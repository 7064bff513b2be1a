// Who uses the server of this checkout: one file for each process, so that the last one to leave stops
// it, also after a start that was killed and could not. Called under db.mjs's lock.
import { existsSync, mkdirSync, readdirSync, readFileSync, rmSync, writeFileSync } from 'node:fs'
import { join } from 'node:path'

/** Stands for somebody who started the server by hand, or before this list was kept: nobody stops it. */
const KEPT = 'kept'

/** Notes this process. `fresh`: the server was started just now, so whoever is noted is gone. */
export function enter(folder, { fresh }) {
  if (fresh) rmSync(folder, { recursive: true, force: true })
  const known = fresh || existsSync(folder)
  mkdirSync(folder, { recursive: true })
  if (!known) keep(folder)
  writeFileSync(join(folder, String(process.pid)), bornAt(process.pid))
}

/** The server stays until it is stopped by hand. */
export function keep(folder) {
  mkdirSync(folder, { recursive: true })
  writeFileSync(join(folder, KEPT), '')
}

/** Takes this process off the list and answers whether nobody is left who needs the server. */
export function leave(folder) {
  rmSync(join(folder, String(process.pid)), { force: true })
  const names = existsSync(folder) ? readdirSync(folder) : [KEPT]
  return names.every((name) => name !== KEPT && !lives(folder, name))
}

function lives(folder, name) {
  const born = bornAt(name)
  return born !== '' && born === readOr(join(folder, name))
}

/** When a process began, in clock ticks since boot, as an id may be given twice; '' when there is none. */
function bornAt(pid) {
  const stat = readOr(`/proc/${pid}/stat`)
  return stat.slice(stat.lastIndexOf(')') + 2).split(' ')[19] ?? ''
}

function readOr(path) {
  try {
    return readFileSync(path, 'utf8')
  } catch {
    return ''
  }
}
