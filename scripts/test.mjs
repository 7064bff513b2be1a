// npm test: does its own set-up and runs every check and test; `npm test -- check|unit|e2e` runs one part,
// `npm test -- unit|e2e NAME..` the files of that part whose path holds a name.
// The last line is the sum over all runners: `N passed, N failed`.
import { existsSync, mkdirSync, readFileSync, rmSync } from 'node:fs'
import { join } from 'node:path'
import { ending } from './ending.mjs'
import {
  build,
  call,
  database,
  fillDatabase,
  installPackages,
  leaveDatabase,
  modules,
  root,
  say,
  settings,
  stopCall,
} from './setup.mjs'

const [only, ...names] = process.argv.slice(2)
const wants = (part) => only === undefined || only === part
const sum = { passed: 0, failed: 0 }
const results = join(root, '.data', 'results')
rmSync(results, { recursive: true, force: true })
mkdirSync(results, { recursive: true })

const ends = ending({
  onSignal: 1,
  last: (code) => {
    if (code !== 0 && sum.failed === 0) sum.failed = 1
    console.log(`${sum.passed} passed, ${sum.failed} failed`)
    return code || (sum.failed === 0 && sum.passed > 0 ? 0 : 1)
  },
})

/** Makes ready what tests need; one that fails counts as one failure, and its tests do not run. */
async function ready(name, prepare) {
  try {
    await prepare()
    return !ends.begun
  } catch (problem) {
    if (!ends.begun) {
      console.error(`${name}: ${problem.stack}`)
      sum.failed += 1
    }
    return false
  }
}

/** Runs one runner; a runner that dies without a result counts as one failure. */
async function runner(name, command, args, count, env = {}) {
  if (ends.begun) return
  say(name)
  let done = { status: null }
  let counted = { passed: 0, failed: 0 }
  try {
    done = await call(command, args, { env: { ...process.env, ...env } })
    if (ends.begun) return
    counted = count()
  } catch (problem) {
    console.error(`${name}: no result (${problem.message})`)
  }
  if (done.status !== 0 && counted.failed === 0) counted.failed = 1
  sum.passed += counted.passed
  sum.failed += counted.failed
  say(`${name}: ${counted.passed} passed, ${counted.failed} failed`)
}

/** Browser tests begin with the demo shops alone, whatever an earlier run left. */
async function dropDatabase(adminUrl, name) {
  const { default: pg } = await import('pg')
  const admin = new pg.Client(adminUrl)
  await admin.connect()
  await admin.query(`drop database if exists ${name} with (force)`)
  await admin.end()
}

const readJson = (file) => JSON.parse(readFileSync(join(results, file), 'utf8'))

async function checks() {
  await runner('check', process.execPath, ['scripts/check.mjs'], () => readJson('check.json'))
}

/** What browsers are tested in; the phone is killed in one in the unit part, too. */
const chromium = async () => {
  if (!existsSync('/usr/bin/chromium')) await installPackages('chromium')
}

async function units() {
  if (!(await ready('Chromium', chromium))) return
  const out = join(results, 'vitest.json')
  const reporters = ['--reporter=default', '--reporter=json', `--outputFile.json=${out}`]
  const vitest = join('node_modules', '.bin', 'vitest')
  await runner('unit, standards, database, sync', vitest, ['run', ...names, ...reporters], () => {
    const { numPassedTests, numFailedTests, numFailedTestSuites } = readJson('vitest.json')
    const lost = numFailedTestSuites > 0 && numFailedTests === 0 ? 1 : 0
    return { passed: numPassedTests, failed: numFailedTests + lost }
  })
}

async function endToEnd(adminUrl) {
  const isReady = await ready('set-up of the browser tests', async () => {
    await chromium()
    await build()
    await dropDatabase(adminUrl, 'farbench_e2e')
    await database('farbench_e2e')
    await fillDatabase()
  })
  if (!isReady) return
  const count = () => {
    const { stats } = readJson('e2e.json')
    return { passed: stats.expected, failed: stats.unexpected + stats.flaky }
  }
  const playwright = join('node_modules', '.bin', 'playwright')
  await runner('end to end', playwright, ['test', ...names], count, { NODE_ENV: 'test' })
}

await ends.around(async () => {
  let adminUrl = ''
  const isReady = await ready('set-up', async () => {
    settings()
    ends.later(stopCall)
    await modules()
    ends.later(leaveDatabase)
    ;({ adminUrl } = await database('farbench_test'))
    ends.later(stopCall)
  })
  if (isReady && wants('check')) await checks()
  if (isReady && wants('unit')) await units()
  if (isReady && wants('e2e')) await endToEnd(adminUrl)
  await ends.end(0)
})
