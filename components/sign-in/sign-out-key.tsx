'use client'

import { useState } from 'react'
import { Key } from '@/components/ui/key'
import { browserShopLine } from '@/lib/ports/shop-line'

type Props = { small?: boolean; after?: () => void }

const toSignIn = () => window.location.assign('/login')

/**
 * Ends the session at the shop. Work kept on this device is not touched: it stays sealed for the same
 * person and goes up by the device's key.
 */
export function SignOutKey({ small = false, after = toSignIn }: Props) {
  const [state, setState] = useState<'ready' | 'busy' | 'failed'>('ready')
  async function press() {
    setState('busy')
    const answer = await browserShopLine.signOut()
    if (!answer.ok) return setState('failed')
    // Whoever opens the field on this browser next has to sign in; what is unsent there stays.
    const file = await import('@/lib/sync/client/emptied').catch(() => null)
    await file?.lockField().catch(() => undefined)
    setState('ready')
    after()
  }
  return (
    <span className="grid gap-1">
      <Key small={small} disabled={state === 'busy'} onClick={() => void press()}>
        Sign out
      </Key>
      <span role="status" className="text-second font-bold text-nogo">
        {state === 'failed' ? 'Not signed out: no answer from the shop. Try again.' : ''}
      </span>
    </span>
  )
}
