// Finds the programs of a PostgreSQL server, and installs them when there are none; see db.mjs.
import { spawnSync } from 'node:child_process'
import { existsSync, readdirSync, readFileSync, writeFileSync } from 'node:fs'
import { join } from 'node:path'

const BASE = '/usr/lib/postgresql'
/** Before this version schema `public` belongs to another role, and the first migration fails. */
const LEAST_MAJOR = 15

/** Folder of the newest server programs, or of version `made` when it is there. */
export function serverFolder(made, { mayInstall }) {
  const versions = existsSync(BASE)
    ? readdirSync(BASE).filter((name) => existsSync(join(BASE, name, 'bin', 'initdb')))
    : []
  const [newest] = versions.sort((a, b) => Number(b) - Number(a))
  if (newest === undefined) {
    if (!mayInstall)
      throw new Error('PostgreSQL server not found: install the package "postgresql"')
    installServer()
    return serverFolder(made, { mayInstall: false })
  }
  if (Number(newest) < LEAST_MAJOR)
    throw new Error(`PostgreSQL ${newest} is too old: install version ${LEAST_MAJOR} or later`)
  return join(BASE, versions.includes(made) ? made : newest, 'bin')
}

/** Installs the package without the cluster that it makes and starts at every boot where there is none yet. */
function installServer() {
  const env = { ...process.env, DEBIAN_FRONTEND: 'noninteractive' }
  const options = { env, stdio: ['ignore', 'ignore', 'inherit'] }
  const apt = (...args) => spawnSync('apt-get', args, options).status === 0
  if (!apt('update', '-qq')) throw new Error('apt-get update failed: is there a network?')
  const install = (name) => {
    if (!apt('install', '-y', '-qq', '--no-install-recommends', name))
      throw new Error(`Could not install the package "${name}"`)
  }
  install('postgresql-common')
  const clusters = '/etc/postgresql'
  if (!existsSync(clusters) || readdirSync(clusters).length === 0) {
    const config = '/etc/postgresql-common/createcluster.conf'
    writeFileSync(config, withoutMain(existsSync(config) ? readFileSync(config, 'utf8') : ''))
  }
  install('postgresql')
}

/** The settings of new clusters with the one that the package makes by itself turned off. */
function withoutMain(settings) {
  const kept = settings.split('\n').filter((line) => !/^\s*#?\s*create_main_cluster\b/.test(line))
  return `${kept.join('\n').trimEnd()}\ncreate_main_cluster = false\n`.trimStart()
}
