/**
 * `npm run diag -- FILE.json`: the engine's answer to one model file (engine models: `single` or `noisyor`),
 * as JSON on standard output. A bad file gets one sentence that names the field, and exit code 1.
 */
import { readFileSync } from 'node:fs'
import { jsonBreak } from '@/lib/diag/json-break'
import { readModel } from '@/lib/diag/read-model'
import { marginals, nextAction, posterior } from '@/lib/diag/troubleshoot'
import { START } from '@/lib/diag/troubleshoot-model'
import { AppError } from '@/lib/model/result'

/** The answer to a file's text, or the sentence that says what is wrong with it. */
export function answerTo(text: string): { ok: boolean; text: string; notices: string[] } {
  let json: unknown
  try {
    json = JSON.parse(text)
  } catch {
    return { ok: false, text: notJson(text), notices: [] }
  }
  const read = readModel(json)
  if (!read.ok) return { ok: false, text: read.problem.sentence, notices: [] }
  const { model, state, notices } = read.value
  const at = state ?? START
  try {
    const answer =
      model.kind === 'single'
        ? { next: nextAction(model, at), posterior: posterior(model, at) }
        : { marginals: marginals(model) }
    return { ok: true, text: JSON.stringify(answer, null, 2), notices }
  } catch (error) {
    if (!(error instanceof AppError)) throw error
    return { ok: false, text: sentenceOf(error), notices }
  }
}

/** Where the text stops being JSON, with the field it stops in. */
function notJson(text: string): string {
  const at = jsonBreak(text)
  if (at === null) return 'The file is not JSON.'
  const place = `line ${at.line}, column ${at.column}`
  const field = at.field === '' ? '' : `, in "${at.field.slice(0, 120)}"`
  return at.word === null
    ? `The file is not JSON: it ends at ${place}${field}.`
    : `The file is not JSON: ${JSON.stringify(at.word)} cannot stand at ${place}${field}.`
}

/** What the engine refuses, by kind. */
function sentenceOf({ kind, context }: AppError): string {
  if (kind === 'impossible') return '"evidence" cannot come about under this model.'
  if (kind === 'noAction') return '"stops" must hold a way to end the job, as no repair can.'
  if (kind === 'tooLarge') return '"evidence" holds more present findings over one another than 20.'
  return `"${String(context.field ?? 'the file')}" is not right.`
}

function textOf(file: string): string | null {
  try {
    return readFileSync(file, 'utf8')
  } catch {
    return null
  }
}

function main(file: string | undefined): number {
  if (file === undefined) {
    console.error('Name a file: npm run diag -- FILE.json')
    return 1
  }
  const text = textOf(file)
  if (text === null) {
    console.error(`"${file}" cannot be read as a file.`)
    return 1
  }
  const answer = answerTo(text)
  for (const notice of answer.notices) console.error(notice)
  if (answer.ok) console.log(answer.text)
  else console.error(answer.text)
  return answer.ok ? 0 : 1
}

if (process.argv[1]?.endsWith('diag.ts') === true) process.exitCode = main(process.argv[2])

********

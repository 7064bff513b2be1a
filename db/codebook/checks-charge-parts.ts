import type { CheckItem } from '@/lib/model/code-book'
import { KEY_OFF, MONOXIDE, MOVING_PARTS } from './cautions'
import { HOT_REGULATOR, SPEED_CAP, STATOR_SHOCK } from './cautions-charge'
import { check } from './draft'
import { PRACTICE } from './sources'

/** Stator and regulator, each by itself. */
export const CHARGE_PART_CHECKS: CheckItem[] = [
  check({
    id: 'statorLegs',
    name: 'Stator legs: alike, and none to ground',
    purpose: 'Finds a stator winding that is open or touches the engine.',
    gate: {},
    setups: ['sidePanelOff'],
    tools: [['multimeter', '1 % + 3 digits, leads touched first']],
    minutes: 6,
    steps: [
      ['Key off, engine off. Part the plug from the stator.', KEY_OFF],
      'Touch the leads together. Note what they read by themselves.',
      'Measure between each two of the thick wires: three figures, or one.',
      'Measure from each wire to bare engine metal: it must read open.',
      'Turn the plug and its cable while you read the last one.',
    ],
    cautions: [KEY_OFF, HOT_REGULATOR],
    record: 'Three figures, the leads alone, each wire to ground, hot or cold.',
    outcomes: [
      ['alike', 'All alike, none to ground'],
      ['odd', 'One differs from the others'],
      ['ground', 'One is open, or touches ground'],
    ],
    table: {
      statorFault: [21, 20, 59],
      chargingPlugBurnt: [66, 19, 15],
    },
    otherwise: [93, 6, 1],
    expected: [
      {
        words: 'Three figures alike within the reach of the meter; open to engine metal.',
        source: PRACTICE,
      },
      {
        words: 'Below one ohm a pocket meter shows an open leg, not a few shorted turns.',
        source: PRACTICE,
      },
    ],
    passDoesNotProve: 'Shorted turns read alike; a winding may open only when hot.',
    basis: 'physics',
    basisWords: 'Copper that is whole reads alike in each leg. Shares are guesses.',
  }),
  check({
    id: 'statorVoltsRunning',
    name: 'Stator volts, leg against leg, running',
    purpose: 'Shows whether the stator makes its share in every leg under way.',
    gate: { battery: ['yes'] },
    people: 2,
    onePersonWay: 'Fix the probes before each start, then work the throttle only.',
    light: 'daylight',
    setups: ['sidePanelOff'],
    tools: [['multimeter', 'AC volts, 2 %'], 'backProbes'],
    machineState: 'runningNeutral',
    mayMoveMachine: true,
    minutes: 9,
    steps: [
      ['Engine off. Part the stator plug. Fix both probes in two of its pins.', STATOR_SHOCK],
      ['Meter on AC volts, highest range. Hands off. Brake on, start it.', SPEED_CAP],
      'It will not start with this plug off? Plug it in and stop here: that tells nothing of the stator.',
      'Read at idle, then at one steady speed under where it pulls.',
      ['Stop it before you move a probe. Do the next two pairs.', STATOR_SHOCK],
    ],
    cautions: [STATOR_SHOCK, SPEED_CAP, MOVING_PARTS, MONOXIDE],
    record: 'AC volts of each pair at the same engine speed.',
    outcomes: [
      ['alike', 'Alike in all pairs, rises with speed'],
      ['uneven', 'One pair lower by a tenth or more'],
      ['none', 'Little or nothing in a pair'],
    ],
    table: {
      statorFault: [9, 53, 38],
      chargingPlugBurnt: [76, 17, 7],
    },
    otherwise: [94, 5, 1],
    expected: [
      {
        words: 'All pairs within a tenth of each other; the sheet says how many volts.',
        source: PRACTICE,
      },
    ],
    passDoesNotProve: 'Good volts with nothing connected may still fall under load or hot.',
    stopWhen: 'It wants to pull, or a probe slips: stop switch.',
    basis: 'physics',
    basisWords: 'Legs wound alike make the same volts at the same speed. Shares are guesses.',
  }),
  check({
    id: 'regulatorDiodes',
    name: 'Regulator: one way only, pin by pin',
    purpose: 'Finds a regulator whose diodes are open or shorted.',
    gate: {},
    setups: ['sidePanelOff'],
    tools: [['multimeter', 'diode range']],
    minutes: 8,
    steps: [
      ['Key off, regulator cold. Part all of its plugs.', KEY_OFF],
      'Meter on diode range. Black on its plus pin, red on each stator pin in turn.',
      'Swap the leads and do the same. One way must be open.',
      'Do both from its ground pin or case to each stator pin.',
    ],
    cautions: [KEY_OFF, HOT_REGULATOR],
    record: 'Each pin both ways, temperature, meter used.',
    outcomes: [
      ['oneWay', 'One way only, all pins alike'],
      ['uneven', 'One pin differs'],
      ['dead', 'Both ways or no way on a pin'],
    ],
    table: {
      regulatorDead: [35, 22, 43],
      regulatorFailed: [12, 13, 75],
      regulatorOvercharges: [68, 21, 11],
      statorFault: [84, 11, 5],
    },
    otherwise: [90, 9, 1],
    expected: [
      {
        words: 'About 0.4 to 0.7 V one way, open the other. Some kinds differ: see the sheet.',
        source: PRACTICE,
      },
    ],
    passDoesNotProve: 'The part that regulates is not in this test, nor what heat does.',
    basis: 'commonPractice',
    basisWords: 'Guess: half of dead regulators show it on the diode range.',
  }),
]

********

Task brief:
Each line above that contains "marginals" must be copied out.

Your solution:
import { marginals, nextAction, posterior } from '@/lib/diag/troubleshoot'
        : { marginals: marginals(model) }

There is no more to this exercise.